**Activity**
Below are entries; output exactly the lines from the one with "argument.for_each_recorded(visit);" to the one with "let [left, right]", both included, and nothing else.

**Listed entries**
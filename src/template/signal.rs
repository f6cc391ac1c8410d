//! Signals: what an atom looks at. A recorded channel or flag, or one derived
//! from others by a function of the table.

use std::fmt;
use std::sync::Arc;

use super::duration::Duration;
use super::function::{Function, Kind};
use super::print::write_name;

/// A recorded or derived channel or flag, by name.
#[derive(Debug, Clone, PartialEq, Eq, PartialOrd, Ord, Hash)]
pub enum Signal {
    /// A channel or flag of the data.
    Recorded {
        /// Its name as the data has it, without unit.
        name: Arc<str>,
        /// What the place where it stands needs it to be.
        kind: Kind,
    },
    /// A signal computed once from others.
    Derived(Arc<Derivation>),
}

/// How a derived signal is made.
#[derive(Debug, Clone, PartialEq, Eq, PartialOrd, Ord, Hash)]
pub struct Derivation {
    /// The function.
    pub function: Function,
    /// The signals it takes.
    pub arguments: Vec<Signal>,
    /// The length of its window, for functions that have one.
    pub duration: Option<Duration>,
}

impl Signal {
    /// A recorded numeric channel.
    pub fn channel(name: &str) -> Self {
        Signal::Recorded {
            name: name.into(),
            kind: Kind::Numeric,
        }
    }

    /// A recorded flag.
    pub fn flag(name: &str) -> Self {
        Signal::Recorded {
            name: name.into(),
            kind: Kind::Flag,
        }
    }

    /// A signal derived by a function.
    ///
    /// # Panics
    /// When the arguments do not fit the function's row in the table: callers
    /// check what users write before they build it.
    pub fn derived(function: Function, arguments: Vec<Signal>, duration: Option<Duration>) -> Self {
        let shape = function.shape();
        let kinds: Vec<Kind> = arguments.iter().map(Signal::kind).collect();
        assert_eq!(kinds, shape.arguments, "arguments of {}", shape.name);
        assert_eq!(duration.is_some(), shape.takes_duration, "{}", shape.name);
        Signal::Derived(Arc::new(Derivation {
            function,
            arguments,
            duration,
        }))
    }

    /// Whether it is numeric or a flag.
    pub fn kind(&self) -> Kind {
        match self {
            Signal::Recorded { kind, .. } => *kind,
            Signal::Derived(derivation) => derivation.function.shape().result,
        }
    }

    /// Its share of a template's size: 1 for each channel, flag and function.
    pub fn size(&self) -> u32 {
        match self {
            Signal::Recorded { .. } => 1,
            Signal::Derived(derivation) => {
                1 + derivation.arguments.iter().map(Signal::size).sum::<u32>()
            }
        }
    }

    /// Whether a monitor can compute it from the past alone.
    pub fn is_live(&self) -> bool {
        match self {
            Signal::Recorded { .. } => true,
            Signal::Derived(derivation) => {
                derivation.function.shape().live && derivation.arguments.iter().all(Signal::is_live)
            }
        }
    }

    /// Calls `visit` with every recorded signal in it, from left to right.
    pub fn for_each_recorded(&self, visit: &mut impl FnMut(&Arc<str>, Kind)) {
        match self {
            Signal::Recorded { name, kind } => visit(name, *kind),
            Signal::Derived(derivation) => {
                for argument in &derivation.arguments {
                    argument.for_each_recorded(visit);
                }
            }
        }
    }
}

impl fmt::Display for Signal {
    fn fmt(&self, f: &mut fmt::Formatter<'_>) -> fmt::Result {
        let derivation = match self {
            Signal::Recorded { name, .. } => return write_name(f, name),
            Signal::Derived(derivation) => derivation,
        };
        if derivation.function == Function::Difference {
            let [left, right] = [&derivation.arguments[0], &derivation.arguments[1]];
            // The difference groups to the left, so only a difference on the
            // right needs parentheses.
            return if matches!(right, Signal::Derived(d) if d.function == Function::Difference) {
                write!(f, "{left} - ({right})")
            } else {
                write!(f, "{left} - {right}")
            };
        }
        write!(f, "{}(", derivation.function.shape().name)?;
        for (place, argument) in derivation.arguments.iter().enumerate() {
            let comma = if place == 0 { "" } else { ", " };
            write!(f, "{comma}{argument}")?;
        }
        if let Some(duration) = derivation.duration {
            write!(f, ", {duration}")?;
        }
        write!(f, ")")
    }
}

**Result of the task**
                    argument.for_each_recorded(visit);
                }
            }
        }
    }
}

impl fmt::Display for Signal {
    fn fmt(&self, f: &mut fmt::Formatter<'_>) -> fmt::Result {
        let derivation = match self {
            Signal::Recorded { name, .. } => return write_name(f, name),
            Signal::Derived(derivation) => derivation,
        };
        if derivation.function == Function::Difference {
            let [left, right] = [&derivation.arguments[0], &derivation.arguments[1]];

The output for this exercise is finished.